Une femme INTP (Pensée Introvertie, Intuition Extravertie) travaillait le rêve suivant en Dialogue Intérieur : « Je vois un bébé coincé dans les tuyaux enchevêtrés d’un moteur tout noir et encrassé. Personne ne sait qu’il est là. Il va allumer une cigarette. Il est encore vivant mais, si personne n’intervient, il va étouffer et/ou exploser.

Ici, les protagonistes sont : les tuyaux du moteur (partie primaire) et le bébé (partie reniée). Les tuyaux du moteur encrassé font penser à la Pensée Introvertie, un peu mécanique, qui fonctionne en vase clos et sans limite ; elle emprisonne une autre partie plus sensible et vivante, son ombre (Sensation Introvertie et Sentiment Extraverti).

Le message du rêve est fort : il est grand temps que cette femme réalise qu’elle a aussi un corps et qu’elle en prenne soin, ainsi que de sa vie affective (son bébé intérieur), sans quoi tout va exploser. ..

Cette prise de conscience lui a sans doute évité un burn-out imminent. Aujourd’hui, elle a totalement rééquilibré sa vie.

Dans mon second exemple, il s’agissait d’une autre femme, ISTJ cette fois, passionnée par tout ce qu’elle commençait à découvrir en développement personnel.
Elle exposait le problème suivant : plus elle cherchait à être bienveillante, compréhensive et patiente avec ses enfants, plus elle pétait les plombs régulièrement, et elle culpabilisait à ce propos… Elle ne comprenait pas du tout ce qui se passait.

On l’a d’abord invitée à exprimer la partie bienveillance et respect de l’autre, qui avait des valeurs fortes : c’est en fait une manifestation de la fonction Sentiment Introverti (Fi), qui privilégie l’harmonie et la douceur, de manière quasi sacrée.

Évidemment, cette partie de sa personnalité était très choquée de ces colères.
Quand l’autre côté s’est mis à parler, la cliente a serré les poings, c’était la fonction Pensée Extravertie (Te) qui était en colère, avec des discours comme « il faut faire ce que je dis » et « c’est moi qui nettoie les dégâts faits par les enfants », soit une partie clairement STJ.

En fait, après ce travail, cette femme s’est rendue compte que la partie gentille avait des côtés dangereux, car elle l’empêchait de dire à ses enfants « maintenant ça suffit ». Et cela activait le retour de la partie refoulée (Te).

Au départ, la cliente s’était identifiée uniquement à son côté gentil. Or, plus elle essayait d’être gentille, plus l’autre côté se mettait en colère !

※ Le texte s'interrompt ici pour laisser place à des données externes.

// TestRecordsFromAnotherRank couples on one context, ships the records by
// value to a second context bound to an identical copy of the gas, and
// applies them there located by gas ID: both copies must end bitwise
// identical, also when the records arrive in reverse order.
func TestRecordsFromAnotherRank(t *testing.T) {
	for _, scheme := range feedback.SchemeNames() {
		t.Run(scheme, func(t *testing.T) {
			c := pcConfig()
			c.Scheme = [nameCapacity]byte{}
			copy(c.Scheme[:], scheme)
			c.BoxSize = [3]float64{12, 12, 12}
			c.WorkerThreads = 2
			a, b := create(t, c), create(t, c)
			ga := newTestGas(6, 12, 7)
			gb := ga.clone()
			require.Equal(t, codeOK, entryBindGas(a, &ga.desc))
			require.Equal(t, codeOK, entryBindGas(b, &gb.desc))
			stars := supernovae(20, 12, 8)
			require.Equal(t, codeOK, entryStep(a, &stars[0], int64(len(stars)), 0, modeOwnFinder, nil, nil), lastError(a))
			var n, w int64
			require.Equal(t, codeOK, entryRecordCount(a, &n))
			recs := make([]recordABI, n)
			require.Equal(t, codeOK, entryCopyRecords(a, &recs[0], n, &w))
			require.Equal(t, n, w)
			var l ledgerABI
			require.Equal(t, codeOK, entryGetLedger(a, &l))
			require.Equal(t, codeOK, entryLedgerBalanced(&l, 1e-12, nil, 0))
			var repA, repB applyReportABI
			require.Equal(t, codeOK, entryApplyStepRecords(a, &repA), lastError(a))
			assert.Equal(t, codeAlreadyApplied, entryApplyStepRecords(a, nil))
			for i, j := 0, len(recs)-1; i < j; i, j = i+1, j-1 {
				recs[i], recs[j] = recs[j], recs[i]
			}
			for k := range recs {
				recs[k].GasIndex = -1 // ignored when located by ID
			}
			require.Equal(t, codeOK, entryApplyRecords(b, &recs[0], n, locateByID, &repB), lastError(b))
			assert.Equal(t, repA, repB)
			assert.Equal(t, ga.elems, gb.elems)
			assert.InEpsilon(t, l.Deposited.Mass, repA.Deposited.Mass, 1e-12)
			var touched [1]touchedABI
			assert.Equal(t, codeBufferTooSmall, entryCopyTouched(b, &touched[0], 1, &w))
			assert.Equal(t, repB.Elements, w)
		})
	}
}

// FuzzEntryPoints drives the entry points behind the exports with random
// configurations, gas descriptors (counts, strides, element types, offsets
// into one buffer) and field values (NaN, infinities, negatives, zeros).
// Whatever the input, no call may end in an internal error (a recovered
// panic), and a step that succeeds must leave a balanced ledger.
func FuzzEntryPoints(f *testing.F) {
	f.Add("terminal-momentum", "kernel-volume", int64(27), int64(88), uint8(1), uint64(1), int32(8), 0.0, int64(3))
	f.Add("kinetic", "solid-angle", int64(64), int64(96), uint8(0), uint64(2), int32(16), 2.5, int64(5))
	f.Add("thermal-dump", "kernel-volume", int64(8), int64(4), uint8(2), uint64(3), int32(2), 0.0, int64(1))
	f.Add("nonsense", "", int64(-1), int64(0), uint8(9), uint64(4), int32(-3), -1.0, int64(0))
	f.Add("kinetic", "", int64(40), int64(48), uint8(3), uint64(5), int32(4), math.NaN(), int64(-2))
	f.Fuzz(func(t *testing.T, scheme, weighting string, count, stride int64, typ uint8, seed uint64, k int32, radius float64, nStars int64) {
		if count > 512 || stride > 256 || nStars > 64 || count < -4 || stride < -16 || nStars < -4 {
			return
		}
		c := pcConfig()
		c.Scheme, c.Weighting = [nameCapacity]byte{}, [nameCapacity]byte{}
		copy(c.Scheme[:], scheme)
		copy(c.Weighting[:], weighting)
		c.NeighborCount, c.CouplingRadius = k, radius
		c.BoxSize = [3]float64{8, 8, 8}
		var h uint64
		var msg [128]byte
		code := entryCreate(&c, &h, &msg[0], int64(len(msg)))
		require.NotEqual(t, codeInternal, code, "%s", msg[:])
		if code != codeOK {
			return
		}
		defer entryDestroy(&h)

		rng := rand.New(rand.NewPCG(seed, 1))
		values := []float64{1, 0.5, 2, 7.9, 0, -1, math.NaN(), math.Inf(1), 1e300, 3}
		pick := func() float64 {
			if rng.IntN(6) == 0 {
				return values[rng.IntN(len(values))]
			}
			return 8 * rng.Float64()
		}
		words := int(max(count, 0)*max(stride, 0)/8) + 32
		buf := make([]uint64, words)
		for i := range buf {
			buf[i] = math.Float64bits(pick())
		}
		// IDs in the last column are mostly distinct integers.
		types := []int32{1, 2, 3, 4, 0, 7}
		field := func(slot int) fieldABI {
			off := 0
			if stride > 0 {
				off = (slot * 8) % int(stride)
			}
			tp := int32(1)
			if rng.IntN(4) == 0 {
				tp = types[(int(typ)+slot)%len(types)]
			}
			return fieldABI{Data: unsafe.Pointer(&buf[off/8]), Stride: stride, Type: tp}
		}
		var d gasABI
		d.Count = count
		for a := 0; a < 3; a++ {
			d.Position[a] = field(a)
			d.Velocity[a] = field(3 + a)
		}
		d.Mass, d.Density, d.InternalEnergy = field(6), field(7), field(8)
		d.ID = field(9)
		species := []int32{int32(seed % 14), 0}
		fractions := []fieldABI{field(10), field(11)}
		d.NSpecies = int32(typ % 3)
		d.Species, d.SpeciesFraction = &species[0], &fractions[0]
		if count > 0 && stride >= 80 && stride%8 == 0 {
			for i := int64(0); i < count; i++ {
				buf[(i*stride+72)/8] = uint64(i + 1)
			}
		}
		code = entryBindGas(h, &d)
		require.NotEqual(t, codeInternal, code, lastError(h))

		stars := make([]starABI, max(nStars, 1))
		for i := range stars {
			s := &stars[i]
			s.ID = int64(i)
			for a := 0; a < 3; a++ {
				s.Position[a], s.Velocity[a] = pick(), pick()-4
			}
			s.Mass, s.Metallicity, s.Age = pick(), 0.01, pick()
			s.EjectedMass, s.Energy, s.Events = pick(), pick()*1e6, 1
			s.SpeciesMass[yields.Metals] = 0.1 * s.EjectedMass
		}
		offsets := make([]int64, len(stars)+1)
		indices := make([]int64, 0)
		for i := range stars {
			for j := 0; j < int(k%8); j++ {
				indices = append(indices, int64(rng.IntN(int(max(count, 1)))))
			}
			offsets[i+1] = int64(len(indices))
		}
		indices = append(indices, 0)
		mode := int32(seed % 3)
		code = entryStep(h, &stars[0], nStars, int64(seed%7)-1, mode, &offsets[0], &indices[0])
		require.NotEqual(t, codeInternal, code, lastError(h))
		if code == codeOK || code == codeUndeposited {
			var l ledgerABI
			require.Equal(t, codeOK, entryGetLedger(h, &l))
			finite := math.Abs(l.Released.Energy) < 1e290 && math.Abs(l.Released.Mass) < 1e290
			if finite {
				assert.Equal(t, codeOK, entryLedgerBalanced(&l, 1e-9, nil, 0))
			}
			code = entryApplyStepRecords(h, nil)
			require.NotEqual(t, codeInternal, code, lastError(h))
		}
	})
}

C’est important de prendre conscience de cette bilatéralité. La partie opprimée veut prendre sa juste place dans la psyché.
La colère – qui paraissait horrible à la première partie – venait de la partie reniée qui n’était pas prise en compte. Elle indiquait la voie, c’est-à-dire l’injustice qui est faite à la partie reniée. Et la partie reniée, c’est l’autorité, la rigueur, le respect. Or le meilleur parent, c’est celui qui arrive à concilier la bonté et la rigueur…
Dans ce cas, ce qui me plaît, c’est que la partie qui se prenait pour la meilleure est en fait celle qui créait le problème !

“Une tension permanente entre désirable et non-désirable”

Est-ce parce que l’une des parties était plus désirable socialement qu’une autre ?

Dans ce cas, oui. Mais dans d’autres cas, la partie primaire n’est pas forcément le désirable socialement. Par exemple, les INTP ont une partie primaire qui va vers la subversion, l’anarchisme… ce qui n’est pas du tout un désirable social !
En fait, il s’agit plutôt d’une tension permanente entre désirable et non désirable.
Donc c’est toujours intéressant de faire parler chaque partie. Le coach écoute sans aucun jugement ce que chaque partie a sur le cœur.
Le Moi conscient entend ce que dit chaque partie, autant la partie primaire que la partie reniée. Si l’on ne fait pas cette démarche, la partie primaire s’impose, mais elle finira par être blackboulée par la partie reniée.
C’est un peu comme la tapisserie de Pénélope : sans Moi conscient, chaque partie défait ce que l’autre fait.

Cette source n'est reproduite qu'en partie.